> What you need to do: Would you filter these records and copy every line that has the word "true"?

> Exercise data:
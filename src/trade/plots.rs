//! The study's pictures: the Pareto set (worst margin against system mass,
//! coloured by price) and, per property, worst margin against that property.
//!
//! Drawn with the shared chart code in `export::plots` ([`marker_chart_svg`]).
//! Price colours run from a sea green (cheapest) through ochre to a wine red
//! (dearest), a ramp of our own that stays apart in greyscale print.

use super::evaluate::Evaluated;
use super::study::Study;
use super::what_it_takes::{Least, WhatItTakes};
use crate::export::plots::{
    marker_chart_svg, MarkerChart, MarkerSet, Plot, PlotError, PlotSettings, Polyline,
};

const CHEAP: (u8, u8, u8) = (38, 122, 104);
const MIDDLE: (u8, u8, u8) = (212, 160, 52);
const DEAR: (u8, u8, u8) = (138, 36, 64);
const OTHERS: (u8, u8, u8) = (190, 195, 201);
const CURVE: (u8, u8, u8) = (44, 90, 135);

/// The ramp colour at `t` in [0, 1] (cheapest 0, dearest 1).
pub fn price_colour(t: f64) -> (u8, u8, u8) {
    let t = if t.is_finite() {
        t.clamp(0.0, 1.0)
    } else {
        0.0
    };
    let (a, b, u) = if t < 0.5 {
        (CHEAP, MIDDLE, t * 2.0)
    } else {
        (MIDDLE, DEAR, t * 2.0 - 1.0)
    };
    let mix = |x: u8, y: u8| (f64::from(x) + (f64::from(y) - f64::from(x)) * u).round() as u8;
    (mix(a.0, b.0), mix(a.1, b.1), mix(a.2, b.2))
}

fn margin_point(e: &Evaluated) -> Option<(f64, f64, f64)> {
    let m = e.metrics()?;
    Some((m.system_mass_kg * 1e3, m.worst_margin?, m.price))
}

/// Worst margin against system mass: every accepted combination in light grey,
/// the Pareto set coloured by price, the lightest combination that meets every
/// requirement ringed. `None` when no accepted combination has a margin.
pub fn pareto_svg(
    study: &Study,
    currency: &str,
    s: &PlotSettings,
) -> Option<Result<Plot, PlotError>> {
    let all: Vec<(f64, f64, f64)> = study.evaluated.iter().filter_map(margin_point).collect();
    if all.is_empty() {
        return None;
    }
    let front: Vec<(f64, f64, f64)> = study
        .pareto
        .iter()
        .filter_map(|&i| margin_point(&study.evaluated[i]))
        .collect();
    let (p0, p1) = front
        .iter()
        .fold((f64::INFINITY, f64::NEG_INFINITY), |(a, b), p| {
            (a.min(p.2), b.max(p.2))
        });
    let t = |p: f64| if p1 > p0 { (p - p0) / (p1 - p0) } else { 0.0 };
    let cur = if currency.is_empty() {
        String::new()
    } else {
        format!(" {currency}")
    };
    let mut markers = vec![MarkerSet {
        name: "accepted".to_string(),
        points: all.iter().map(|p| (p.0, p.1)).collect(),
        colours: vec![OTHERS; all.len()],
        radius: 3,
        filled: true,
    }];
    if !front.is_empty() {
        markers.push(MarkerSet {
            name: if p1 > p0 {
                format!("Pareto, from {p0:.0}{cur}")
            } else {
                "Pareto set".to_string()
            },
            points: front.iter().map(|p| (p.0, p.1)).collect(),
            colours: front.iter().map(|p| price_colour(t(p.2))).collect(),
            radius: 5,
            filled: true,
        });
        if p1 > p0 {
            markers.push(MarkerSet {
                name: format!("to {p1:.0}{cur}"),
                points: Vec::new(),
                colours: vec![DEAR],
                radius: 5,
                filled: true,
            });
        }
    }
    if let Some(p) = study
        .lightest
        .and_then(|i| margin_point(&study.evaluated[i]))
    {
        markers.push(MarkerSet {
            name: "lightest meeting all".to_string(),
            points: vec![(p.0, p.1)],
            colours: vec![(33, 37, 41)],
            radius: 9,
            filled: false,
        });
    }
    let chart = MarkerChart {
        title: "Parts: worst margin against system mass, Pareto set coloured by price".to_string(),
        x_desc: "system mass (valves, regulator, empty tank, gas), g".to_string(),
        y_desc: "worst margin (available / required torque)".to_string(),
        markers,
        lines: Vec::new(),
        // Unlabelled: the legend row is full, and the axis reads 1 at the line.
        horizontal: vec![(1.0, String::new())],
        vertical: Vec::new(),
    };
    Some(marker_chart_svg(&chart, s))
}

/// Worst margin against one property, with margin 1, the current value and the
/// least value that meets every requirement marked. `None` when no point of the
/// sweep has a margin.
pub fn sweep_svg(w: &WhatItTakes, s: &PlotSettings) -> Option<Result<Plot, PlotError>> {
    let pts: Vec<(f64, f64)> = w
        .sweep
        .iter()
        .filter_map(|p| Some((p.value * w.unit_scale, p.worst_margin?)))
        .collect();
    if pts.is_empty() {
        return None;
    }
    let unit = if w.unit.is_empty() {
        String::new()
    } else {
        format!(", {}", w.unit)
    };
    let mut vertical = vec![(
        w.current * w.unit_scale,
        "value in the combination".to_string(),
    )];
    if let Least::Found { value, .. } = w.least {
        vertical.push((
            value * w.unit_scale,
            "least value meeting every requirement".to_string(),
        ));
    }
    let chart = MarkerChart {
        title: format!("What would it take: worst margin against {}", w.label),
        x_desc: format!("{}{unit}", w.label),
        y_desc: "worst margin (available / required torque)".to_string(),
        markers: vec![MarkerSet {
            name: String::new(),
            points: pts.clone(),
            colours: vec![CURVE; pts.len()],
            radius: 3,
            filled: true,
        }],
        lines: vec![Polyline {
            name: "worst margin".to_string(),
            points: pts,
            colour: CURVE,
            dashed: false,
        }],
        horizontal: vec![(1.0, "margin 1".to_string())],
        vertical,
    };
    Some(marker_chart_svg(&chart, s))
}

> Answer for the task:
        filled: true,
            filled: true,
                filled: true,
            filled: true,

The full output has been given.